Tonight's the Night is the sixth studio album by Canadian / American songwriter Neil Young. It was recorded in August–September 1973, mostly on August 26, but its release was delayed until June 1975. It peaked at No. 25 on the Billboard 200. In 2003, the album was ranked number 331 on Rolling Stone magazine's list of the 500 greatest albums of all time, moving up to number 330 in the list's 2012 edition and climbing further to number 302 in the 2020 update. The album is the third and final of the so-called "Ditch Trilogy" of albums that Young released following the major success of 1972's Harvest, whereupon the scope of his success and acclaim became so difficult for Young to handle that he subsequently experienced alienation from his music and career.

Content
Tonight's the Night is a direct expression of grief. Crazy Horse guitarist Danny Whitten and Young's friend and roadie Bruce Berry had both died of drug overdoses in the months before the songs were written. The title track mentions Berry by name, while Whitten's guitar and vocal work highlight "Come on Baby Let's Go Downtown"; the latter was recorded live in 1970. The song would later appear, unedited, on a live album from the same concerts, Live at the Fillmore East, with Whitten credited as the sole author.
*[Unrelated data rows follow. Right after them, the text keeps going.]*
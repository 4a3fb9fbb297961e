"""Bethe energy loss and the dE/dx response, checked against outside references.

Sources: PDG Review of Particle Physics, "Passage of particles through matter" (the Bethe
equation, T_max, Bragg additivity); the PDG atomic and nuclear properties tables for the
minimum-ionisation values (listed in ../shared/REFERENCES.md, from memory there, hence the
1.5% tolerance); scipy.stats.norm.fit; the `particle` package and scipy.constants (CODATA).
"""

from __future__ import annotations

import math

import numpy as np
import pytest
from scipy import stats
from scipy.constants import physical_constants

from peaksift import energy_loss as el
from peaksift.errors import ConfigError, InputError, PeaksiftError

M_MU = physical_constants["muon mass energy equivalent in MeV"][0] / 1000.0  # CODATA, GeV
BG = np.geomspace(0.5, 100.0, 20001)

# PDG atomic and nuclear properties tables, <-dE/dx>_min in MeV cm^2/g (from memory, via
# ../shared/REFERENCES.md): tolerance 1.5% so that a small memory error cannot defeat it.
MIN_IONISATION = {"copper": 1.403, "iron": 1.451, "lead": 1.122, "silicon": 1.664,
                  "water": 1.992, "argon_gas": 1.519}


@pytest.mark.parametrize("name", sorted(MIN_IONISATION))
def test_minimum_ionisation_matches_the_pdg_tables(name):
    y = el.mean_energy_loss(BG, name, mass=M_MU)
    i = int(np.argmin(y))
    assert y[i] == pytest.approx(MIN_IONISATION[name], rel=0.015)
    # PDG Review, same chapter: the minimum sits near betagamma 3-3.5 (3-4 in REFERENCES.md)
    assert 2.8 <= BG[i] <= 4.0


def _bethe_by_hand(bg, za, i_ev, mass_gev, delta=0.0):
    """PDG Review, "Passage of particles through matter", Bethe equation, written out here."""
    me = physical_constants["electron mass energy equivalent in MeV"][0]
    b2 = bg**2 / (1 + bg**2)
    g = math.sqrt(1 + bg**2)
    r = me / (mass_gev * 1000)
    tmax = 2 * me * bg**2 / (1 + 2 * g * r + r * r)
    i = i_ev * 1e-6
    return 0.307075 * za / b2 * (0.5 * math.log(2 * me * bg**2 * tmax / i**2) - b2 - delta / 2)


@pytest.mark.parametrize("bg", [0.1, 0.3, 1.0, 3.0, 10.0])
def test_bethe_agrees_with_a_hand_written_formula_where_delta_vanishes(bg):
    # argon gas: X0 = 1.76, so delta = 0 below betagamma 58 (Sternheimer 1984)
    got = el.mean_energy_loss(bg, "argon_gas", mass=0.4937)
    assert got == pytest.approx(_bethe_by_hand(bg, 0.45059, 188.0, 0.4937), rel=1e-12)


def test_density_effect_follows_sternheimers_three_regions():
    # Sternheimer, Berger, Seltzer, At. Data Nucl. Data Tables 30 (1984) 261, written out
    # here with silicon's constants: below X0 delta0*10^(2(X-X0)); above X1 2 ln10 X - C
    cb, x0, x1, a, k, d0 = 4.4355, 0.2015, 2.8716, 0.14921, 3.2546, 0.14
    for x in (-0.5, 0.0, 1.0, 2.0, 3.5, 5.0):
        if x < x0:
            want = d0 * 10 ** (2 * (x - x0))
        elif x < x1:
            want = 2 * math.log(10) * x - cb + a * (x1 - x) ** k
        else:
            want = 2 * math.log(10) * x - cb
        assert el.density_correction(10**x, "silicon") == pytest.approx(want, rel=1e-12)


def test_same_betagamma_same_loss_for_kaon_and_pion():
    """The Bethe equation depends on the particle only through betagamma, up to T_max's mass
    terms 2 gamma m_e/M (PDG Review, same chapter): a kaon and a pion at the same betagamma
    differ by under 0.3% for betagamma <= 10 (there 2 gamma m_e (1/m_pi - 1/m_K) = 0.05, half
    its logarithm over a bracket of about 12 is 0.2%), and heavy particles not at all."""
    bg = np.geomspace(0.2, 10.0, 50)
    k = el.mean_energy_loss(bg, "argon_co2_70_30", mass=0.493677)
    p = el.mean_energy_loss(bg, "argon_co2_70_30", mass=0.13957)
    assert np.max(np.abs(k / p - 1)) < 3e-3
    h1 = el.mean_energy_loss(bg, "silicon", mass=1e3)
    h2 = el.mean_energy_loss(bg, "silicon", mass=1e4)
    np.testing.assert_allclose(h1, h2, rtol=1e-4)
    # and the same momentum gives different losses (what identification rests on)
    assert el.mean_energy_loss_at(0.5, 0.493677, "argon_gas") > 1.4 * el.mean_energy_loss_at(
        0.5, 0.13957, "argon_gas")


def test_one_over_beta_squared_rise_at_low_betagamma():
    # Below the minimum the loss rises as 1/beta^2 times a slowly varying logarithm
    # (PDG Review, same chapter): from betagamma 1 down to 0.1, beta^2 falls by a factor 50
    # and S rises by more than 20, while S*beta^2 (the bracket, ln(2 m_e c^2 b^2 g^2 / I) with
    # T_max ~ 2 m_e c^2 b^2 g^2: about 4.0 at 0.1 and 8.6 at 1 for argon) halves.
    bg = np.array([0.1, 1.0])
    s = el.mean_energy_loss(bg, "argon_gas", mass=0.938)
    b2 = bg**2 / (1 + bg**2)
    assert s[0] / s[1] > 20
    assert 1.7 < (s[1] * b2[1]) / (s[0] * b2[0]) < 2.4
    assert np.all(np.diff(el.mean_energy_loss(np.geomspace(0.1, 3, 40), "argon_gas")) < 0)


def test_tmax_tends_to_its_heavy_particle_limit():
    # T_max -> 2 m_e c^2 beta^2 gamma^2 for M >> gamma m_e (PDG Review, same chapter)
    me = physical_constants["electron mass energy equivalent in MeV"][0]
    bg = np.array([0.5, 3.0, 30.0])
    np.testing.assert_allclose(el.max_energy_transfer(bg, 1e4), 2 * me * bg**2, rtol=1e-5)
    # for a muon at betagamma 100 the mass term halves it: 2 gamma m_e/M = 0.97
    assert el.max_energy_transfer(100.0, M_MU) < 0.55 * 2 * me * 1e4


def test_argon_co2_mixture_by_bragg_additivity():
    # PDG Review: mixtures add mass stopping powers by mass fraction; 70/30 by volume with
    # the tables' densities (argon 1.662e-3, CO2 1.842e-3 g/cm^3)
    w_ar = 0.7 * 1.662e-3 / (0.7 * 1.662e-3 + 0.3 * 1.842e-3)
    bg = np.geomspace(0.3, 50, 30)
    want = (w_ar * el.mean_energy_loss(bg, "argon_gas")
            + (1 - w_ar) * el.mean_energy_loss(bg, "co2_gas"))
    np.testing.assert_allclose(el.mean_energy_loss(bg, "argon_co2_70_30"), want, rtol=1e-12)
    m = el.material("argon_co2_70_30")
    assert m.density == pytest.approx(0.7 * 1.662e-3 + 0.3 * 1.842e-3, rel=1e-12)


def test_user_material_and_hypothesis_masses():
    mine = el.Material("my_argon", 0.45059, 188.0, 1.662e-3, 11.9480, 1.7635, 4.4855,
                       0.19714, 2.9618, 0.0)
    np.testing.assert_allclose(el.mean_energy_loss(BG, mine), el.mean_energy_loss(BG, "argon_gas"))
    from particle import Particle  # PDG tables
    assert el.hypothesis_mass("kaon") == pytest.approx(Particle.from_pdgid(321).mass / 1e3)
    assert el.hypothesis_mass("deuteron") == pytest.approx(
        physical_constants["deuteron mass energy equivalent in MeV"][0] / 1e3)


def test_response_table_matches_the_formula():
    r = el.DedxResponse("argon_co2_70_30", scale=2.5, resolution=0.07)
    p = np.geomspace(0.02, 50, 3000)
    for m in (0.000511, 0.13957, 0.493677, 0.938272):
        want = 2.5 * el.mean_energy_loss(p / m, "argon_co2_70_30", mass=m)
        np.testing.assert_allclose(r.expected(p, m), want, rtol=1e-4)


def test_deviation_and_sample_dependent_resolution():
    r = el.DedxResponse("argon_gas", scale=1.0, resolution=0.08, samples_field="n",
                        reference_samples=30, samples_exponent=0.5)
    e = r.expected(0.4, el.hypothesis_mass("kaon"))
    # 120 samples: sigma halves for exponent 0.5 (sqrt(30/120) = 0.5, arithmetic)
    z = r.deviation("kaon", 0.4, e * 1.08, samples=120)
    assert z == pytest.approx(2.0, rel=1e-9)


def test_scale_and_resolution_fit_match_the_normal_mle():
    # For clean Gaussian u = d / B the MLE is scipy.stats.norm.fit (mean, 1/n std)
    rng = np.random.default_rng(3)
    p = rng.uniform(0.3, 0.6, 4000)
    r0 = el.DedxResponse("argon_co2_70_30", scale=1.0, resolution=0.07)
    b = r0.expected(p, el.hypothesis_mass("pion"))
    d = b * rng.normal(2.7, 2.7 * 0.065, p.size)
    fit = el.fit_dedx_response(p, d, r0, hypothesis="pion", clip=None)
    mu, sd = stats.norm.fit(d / b)
    assert fit.scale == pytest.approx(mu, rel=1e-10)
    assert fit.resolution == pytest.approx(sd / mu, rel=1e-10)
    assert abs(fit.scale - 2.7) < 4 * fit.scale.error
    assert fit.response.scale == fit.scale


def test_bad_inputs_are_one_line_errors_naming_the_choices():
    with pytest.raises(ConfigError, match="known: .*argon_gas.*lead") as e:
        el.material("aragon")
    assert "\n" not in str(e.value) and "did you mean 'argon_gas'" in str(e.value)
    with pytest.raises(ConfigError, match="known mass hypothesis; use one of electron, pion"):
        el.hypothesis_mass("kaon+", where="pairing.hypotheses")
    for bad in (0.0, -0.1, float("nan")):
        with pytest.raises(ConfigError, match="resolution must be a positive number"):
            el.DedxResponse(resolution=bad)
    with pytest.raises(InputError, match="no field 'dedx'"):
        el.DedxResponse().deviation_of("kaon", {"pt": [1.0], "eta": [0.0]}.__getitem__)
    assert issubclass(ConfigError, PeaksiftError)


@pytest.mark.parametrize("which", ["built-in mixture", "built-in element", "own material",
                                   "own mixture with samples"])
def test_response_from_dict_gives_it_back(which):
    """DedxResponse.from_dict(to_dict()) == the response, through JSON, for a built-in
    material, an own material (its constants written out) and an own mixture with the
    sample-dependent resolution; the expected dE/dx of the copy equals the original's."""
    import json

    mine = el.Material("my_argon", 0.45059, 188.0, 1.662e-3, 11.9480, 1.7635, 4.4855,
                       0.19714, 2.9618, 0.0)
    resp = {"built-in mixture": el.DedxResponse(),
            "built-in element": el.DedxResponse("silicon", scale=1.3, resolution=0.05),
            "own material": el.DedxResponse(mine, scale=2.0),
            "own mixture with samples": el.DedxResponse(
                el.mixture("my_mix", [(mine, 80.0), ("co2_gas", 20.0)]), field="dedx_trunc",
                samples_field="n_hits", reference_samples=40.0, samples_exponent=0.5)}[which]
    d = json.loads(json.dumps(resp.to_dict()))
    back = el.DedxResponse.from_dict(d)
    assert back == resp
    p = np.array([0.3, 1.0, 5.0])
    assert np.array_equal(back.expected(p, 0.13957), resp.expected(p, 0.13957))
    with pytest.raises(ConfigError, match="not a response"):
        el.DedxResponse.from_dict({"material": "silicon"})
Fans have long speculated that an alternate version of Tonight's the Night exists. Neil Young's father, Scott Young, wrote of it in his memoir, Neil and Me:
Ten years after the original recording, David Briggs and I talked about Tonight's the Night, on which he had shared the producer credit with Neil. At home a couple of weeks earlier he had come across the original tape, the one that wasn't put out. "I want to tell you, it is a handful. It is unrelenting. There is no relief in it at all. It does not release you for one second. It's like some guy having you by the throat from the first note, and all the way to the end." After all the real smooth stuff Neil had been doing, David felt most critics and others simply failed to read what they should have into Tonight's the Night – that it was an artist making a giant growth step. Neil came in during this conversation, which was in his living room. When David stopped Neil said, "You've got that original? I thought it was lost. I've never been able to find it. We'll bring it out someday, that original."The band assembled for the album was known as The Santa Monica Flyers. It consisted of Young, Ben Keith, Nils Lofgren, and the Crazy Horse rhythm section of Billy Talbot and Ralph Molina. One track as stated above was taken from recordings of an earlier tour with Crazy Horse, and another from an earlier session with his band for Harvest, The Stray Gators.

Liner notes
Included with the early original vinyl releases of Tonight's the Night is a cryptic message written by Young: "I'm sorry. You don't know these people. This means nothing to you."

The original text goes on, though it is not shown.